Tissue biopsy samples are not only important for use in clinical trial eligibility and monitoring, but also may allow clinicians to determine potential responders versus non-responders before treatment. For instance, the ability to quantify T-cell infiltration may predict checkpoint blockade responsiveness18,19, and vessel density has been associated with greater benefit from bevacizumab in some studies20.

Several studies have focused on improving biopsy quality to yield sufficient material through protocol-specific and evidence-based practice guidelines; however, not much emphasis has been placed on determining whether these biopsies are truly representative of the larger tumor21,22. Currently, there are no established guidelines for a maximum number of core specimens, and those participating in clinical trials may undergo three to six core specimens per procedure23. We found out that the evaluation of tumor-associated stroma needs a minimum of two core biopsies, regardless of location, to be faithfully represented. Although the amount of tumor-associated stroma differed, depending on whether peripheral or central areas were analyzed, tumor epithelial areas were evenly distributed among peripheral and central cores. This might signify that tumor-associated stroma heterogeneity requires a larger number of analyzed sample areas in order to be fully represented, whereas tumor epithelial areas seem to be more homogeneous throughout the tissue specimen.
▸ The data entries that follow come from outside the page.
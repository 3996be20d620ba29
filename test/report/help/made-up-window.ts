import { readCase } from '../../../src/casefile/index.ts';
import { coefficientsUsed } from '../../../src/commands/coefficients.ts';
import { writeWindowFile } from '../../../src/results/window-write.ts';
import type { HistoryEntry, WindowOutcome } from '../../../src/search/window/index.ts';
import { openCase } from '../../commands/program.ts';

/** A window file with every state, made up over the open case: a pressure that falls by four decades within an hour. */
export async function writeMadeUpWindow(path: string, title: string): Promise<WindowOutcome> {
  const instants = 61;
  const history = Array.from({ length: instants }, (_, i): HistoryEntry => {
    const pressure = 1e5 * 10 ** ((-4.5 * i) / (instants - 1));
    const holdOff = i >= 54 ? null : 200 + (pressure / 400) ** 0.9 * 120;
    const state = holdOff === null ? 'outside-model' : holdOff < 230 ? 'breaks-down' : holdOff < 345 ? 'marginal' : 'holds';
    return {
      time_s: 60 * i,
      pressure_Pa: pressure,
      temperature_K: 295,
      supply_V: 230,
      hold_off_V: holdOff,
      hold_off_at_high_yield_V: holdOff === null ? null : 0.9 * holdOff,
      lag_s: state === 'breaks-down' ? 1e-5 + 1e-7 * i : null,
      state,
      note: null,
    };
  });
  const span = (state: HistoryEntry['state']): [number, number] => {
    const at = history.flatMap((entry, i) => (entry.state === state ? [i] : []));
    return [history[at[0]].time_s, history[Math.min(instants - 1, at[at.length - 1] + 1)].time_s];
  };
  const windows = (['marginal', 'breaks-down', 'outside-model'] as const).map((state) => {
    const [from_s, to_s] = span(state);
    return { from_s, to_s, state, below_paschen_minimum: false, lowest_hold_off_V: 210.125, shortest_lag_s: 1.53e-5 };
  });
  const ofYield = {
    windows,
    lowest_hold_off: { voltage_V: 207.5, time_s: 3180, pressure_Pa: 10.5 },
    earliest_turn_on_s: null,
    latest_turn_on_s: windows[0].from_s,
  };
  const caseText = openCase({ more: 'history: { pressure: { ascent: { from: 0 km, to: 35 km, rate: 5 m/s } }, duration: 1 h }' });
  const read = readCase(caseText, 'made-up.yaml', () => ({ ok: false, reason: 'no tables here' }));
  if (!read.ok) throw new Error(JSON.stringify(read.problems));
  const outcome: WindowOutcome = {
    format: 'gapwake.window/1',
    title,
    version: '1.2.3',
    case_sha256: 'a'.repeat(64),
    duration_s: 3600,
    margin: 1.5,
    ...ofYield,
    worst: { time_s: 3180, pressure_Pa: 10.5, supply_V: 230, hold_off_V: 207.5, lag_s: 1.53e-5 },
    yield_spread: { low: { ion_yield: 0.01, ...ofYield, windows: [] }, high: { ion_yield: 0.1, ...ofYield } },
    history,
    notes: [title],
    cautions: [{ code: 'edges', text: title, value: null }],
    numerics: { instants, runs: 12, failures: [] },
  };
  await writeWindowFile(path, {
    outcome,
    study: 'b'.repeat(64),
    caseText,
    coefficientsJson: JSON.stringify(coefficientsUsed(read.case)),
    tablesJson: '[]',
  });
  return outcome;
}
Limitations of our study include small sample size. Due to sample size limitations and the exploratory nature of our study, we used Pearson’s correlation and non-adjusted ICC to assess concordance between larger tumor specimen and core biopsy. Future studies could use Spearman correlation and adjusted ICC provided they have adequate sample size for each site. We also did not assess how concordance between larger tumor and core biopsy varies between tumor site (primary versus metastatic), which is a question we would like to expand on in future studies.
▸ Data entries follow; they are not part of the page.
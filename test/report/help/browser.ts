import { existsSync } from 'node:fs';
import { type Browser, chromium } from 'playwright-core';

const PLACES = ['/usr/bin/chromium', '/usr/bin/chromium-browser', '/usr/bin/google-chrome'];

/** The browser of this machine; null where there is none. CHROMIUM names another. */
export function browserPath(): string | null {
  return [process.env.CHROMIUM ?? '', ...PLACES].find((path) => path !== '' && existsSync(path)) ?? null;
}

/** A browser that reaches no network of its own accord. */
export function launch(): Promise<Browser> {
  return chromium.launch({
    executablePath: browserPath() ?? '',
    args: [
      '--no-sandbox',
      '--disable-gpu',
      '--disable-quic',
      '--no-first-run',
      '--disable-background-networking',
      '--disable-component-update',
      '--disable-sync',
    ],
  });
}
As the number of clinical trials increases and the development of markers predictive of therapy response expands, there will be a growing need for adequate tissue specimens. Our analyses suggest that a small tissue biopsy can adequately inform clinicians of specific components of the TME. We found that a number of positively stained CD8 cells could be reliably represented by two tissue biopsies regardless of location. CD68+ cells were adequately represented by two tissue biopsies as well, with a higher percentage of cells found in peripheral cores, which correlated well with the larger tissue specimen. We found that PD-L1 expression was poorly represented by tissue biopsies in our cohort of HGSC patients; thus, clinicians and researchers should be aware of the limitations that small tissue biopsies may pose for evaluating some checkpoints. Collectively, this study offers new insight into the reliability of tumor microarrays and reveals the limitations in assessing tumor specimens in a high-throughput fashion.